The lab has disabled all ports, including USB ports, on classified computers — some via physically gluing the port shut, others with locking devices or software — and has begun encrypting personal information on laptop hard drives.
Meanwhile, Jessica Lynn Quintana pleaded guilty in U.S. District Court in Albuquerque, N.M., last week. Hired by the northern New Mexico laboratory to archive classified information, Quintana faces up to one year in jail, five years of probation and a $100,000 fine.
Quintana admitted in her plea that when she was working in a secure area at the lab on July 27, 2006, she printed pages of classified documents and downloaded other classified data onto a USB drive, then carried the data home in a backpack, according to the U.S. Department of Justice. The government didn't say why she took the information.

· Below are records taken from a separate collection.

class LocalPoolExecutor(Executor):
    """A process pool on this machine, workers started with 'spawn'."""

    remote = True

    def __init__(self, workers: int):
        self.workers = workers
        self._pool: ProcessPoolExecutor | None = None
        self._reaper = Reaper()
        self._modules: tuple[str, ...] = ()
        self._plan: WarmPlan = ()
        self._futures: list = []
        self._starting = threading.Lock()  # several nights' runs may share the pool
        self._size = workers  # workers to start: at most ``workers``, see fit()
        self.remote = True  # False: one unit at a time, run in this process (fit())
        self._warming: threading.Thread | bool = False  # this process's warm-up (not remote)
        # cores the workers leave idle, read by them, and the units at work per
        # batch or flow of this process (nights may share the pool; _units_at_work)
        self._spare = _SPAWN.RawValue("i", 0)
        self._at_work: dict[object, int] = {}
        self._at_work_lock = threading.Lock()

    def warm(self, modules: Sequence[str], plan: WarmPlan = ()) -> None:
        self._modules, self._plan = tuple(modules), tuple(plan)

    def fit(self, units_at_once: int | None) -> None:
        if self._pool is None:
            if self.workers <= 1 or (units_at_once is not None and units_at_once <= 1):
                self._size, self.remote = 1, False  # see the module docstring
                log.info("one unit at a time: the units run in this process, not in a worker")
            else:
                self._size = _fitted(self.workers, units_at_once)

    def _here(self) -> None:
        """Before units run in this process: start its warm-up (once)."""
        if self._warming is False:
            self._warming = start_warming(self._plan) or True

    def map(self, fn, tasks, on_error) -> Iterator[Outcome]:
        if not self.remote:
            if tasks:
                self._here()
            yield from super().map(fn, tasks, on_error)
            return
        # When a worker dies (killed, out of memory) the whole pool breaks and
        # every unfinished task fails with it.  Those tasks are retried one at
        # a time in a fresh pool, so only a task that kills its worker by
        # itself is reported as failed.
        caught = []
        for task, outcome in self._batch(fn, tasks, on_error):
            if outcome is _BROKEN:
                caught.append(task)
            else:
                yield outcome
        for task in caught:
            for _, outcome in self._batch(fn, [task], on_error):
                yield on_error(task, _DIED) if outcome is _BROKEN else outcome

    def _batch(self, fn, tasks, on_error) -> Iterator[tuple[Any, Outcome]]:
        sendable = []
        for task in tasks:
            reason = _unpicklable(task)
            if reason is None:
                sendable.append(task)
            else:
                yield task, on_error(task, reason)
        tasks = sendable
        if not tasks:
            return
        futures = {self._start().submit(fn, task): task for task in tasks}
        self._futures = list(futures)
        broken = False
        with self._units_at_work() as publish:
            publish(len(futures))
            for left, future in enumerate(as_completed(futures), 1):
                publish(len(futures) - left)
                task = futures[future]
                try:
                    yield task, future.result()
                except BrokenProcessPool:
                    broken = True
                    yield task, _BROKEN
                except Exception as exc:  # e.g. the task could not be pickled
                    yield task, on_error(task, f"{type(exc).__name__}: {exc}")
        if broken:  # a broken pool accepts no more work; start afresh next time
            self.close()

    def flow(self, fn, tasks, on_error, on_done, key=None) -> None:
        if not self.remote:
            if tasks:
                self._here()
            super().flow(fn, tasks, on_error, on_done, key)
            return
        with self._units_at_work() as publish:
            self._flow(fn, tasks, on_error, on_done, key, publish)

    def _flow(self, fn, tasks, on_error, on_done, key, publish) -> None:
        """:meth:`flow` on the pool; ``publish(n)``: ``n`` units are at work."""
        ready, pending, caught = list(tasks), {}, []
        while ready or pending or caught:
            if caught and not pending:  # the pool broke: each task it held again, alone
                task = caught.pop(0)
                for _, outcome in self._batch(fn, [task], on_error):
                    ready.extend(on_done(on_error(task, _DIED) if outcome is _BROKEN else outcome))
                continue
            if key is not None:
                ready.sort(key=key)
            # one task queued beyond the busy workers, so that none waits for this process
            while ready and not caught and len(pending) <= self._size:
                task = ready.pop(0)
                reason = _unpicklable(task)
                if reason is not None:
                    ready.extend(on_done(on_error(task, reason)))
                    continue
                pending[self._start().submit(fn, task)] = task
            self._futures = list(pending)
            publish(len(pending))
            if not pending:
                continue
            done, _ = wait(pending, return_when=FIRST_COMPLETED)
            for future in done:
                task = pending.pop(future)
                try:
                    outcome = future.result()
                except BrokenProcessPool:
                    caught.append(task)
                    continue
                except Exception as exc:
                    outcome = on_error(task, f"{type(exc).__name__}: {exc}")
                ready.extend(on_done(outcome))
            if caught and not pending:  # a broken pool accepts no more work
                self.close()

    @contextlib.contextmanager
    def _units_at_work(self) -> Iterator[Callable[[int], None]]:
        """Within the block, ``publish(n)`` tells the workers that the block has
        ``n`` units at work (none after it), and so how many cores they leave idle.

        A unit's work shared with a thread (:func:`pipeline._threads.spare_cores`)
        then fills the cores of the workers that wait for it: the last
        stretches of a flow, with nothing else ready.  ``n`` counts the tasks
        submitted and not yet done, at most a worker each (one may wait in the
        queue, see :meth:`flow`), over the blocks of every night that shares
        the pool.
        """
        block = object()

        def publish(units: int) -> None:
            with self._at_work_lock:
                self._at_work[block] = units
                busy = min(sum(self._at_work.values()), self._size)
                self._spare.value = max(n_cpus() - busy, 0)

        try:
            yield publish
        finally:
            publish(0)
            with self._at_work_lock:
                self._at_work.pop(block, None)

    def _start(self) -> ProcessPoolExecutor:
        """The pool, started (all its workers at once) if it is not running."""
        with self._starting:
            return self._start_locked()

    def _start_locked(self) -> ProcessPoolExecutor:
        if self._pool is None:
            self._reaper.start()
            self._pool = ProcessPoolExecutor(
                max_workers=self._size,
                mp_context=_SPAWN,
                initializer=_start_worker,
                initargs=(os.getpid(), self._modules, self._plan, self._spare),
            )
            # The pool starts a worker per task submitted while none is idle:
            # start them all now, so that they import in parallel (a worker
            # takes this process's environment as it starts).
            with _environment(WORKER_THREAD_LIMITS):
                for _ in range(self._size):
                    self._pool.submit(_ready)
            log.debug("started a local pool of %d worker processes", self._size)
        return self._pool

    def close(self) -> None:
        if isinstance(self._warming, threading.Thread):
            # Its loads may change astropy's settings for a while (offline, see
            # pipeline._offline): the run does not end before they are restored.
            self._warming.join()
            self._warming = True
        if self._pool is not None:
            if all(future.done() for future in self._futures):
                # Idle workers: end them now instead of waiting for their exit.
                processes = list((self._pool._processes or {}).values())
                self._pool.shutdown(wait=False, cancel_futures=True)
                for process in processes:
                    process.terminate()
                for process in processes:
                    process.join()
            else:  # e.g. interrupted: let the units in progress finish
                self._pool.shutdown(wait=True, cancel_futures=True)
            self._pool = None
        self._reaper.stop()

In addition to disabling USB ports and encrypting laptop hard drives, the lab has "significantly reduced risks in both cyber- and physical security [by] reducing and consolidating classified holdings" since the theft, according to a lab spokeswoman reached by SCMagazine.com, and who requested anonymity. "All of our classified systems have been inspected and found to be compliant, and we have reduced the number of standalone classified systems by 28 percent."
The lab also began construction on what it calls "a super vault-type room, the first of its kind," according to the spokeswoman. The vault, or data center, will allow the lab to "consolidate and uniformly control classified information managed by security professionals. By constructing additional super vault-type rooms, we'll reduce the number of classified vaults to an absolute minimum."
In addition, the lab has instituted searches "of all belongings carried by those escorted both in and out of the vaults."
In the area of policy and social engineering, the lab has "uniformly trained our information systems security officers, our ISSOs, and is hiring senior ISSOs in all key organizations to provide consistency across the laboratory," according to the spokeswoman.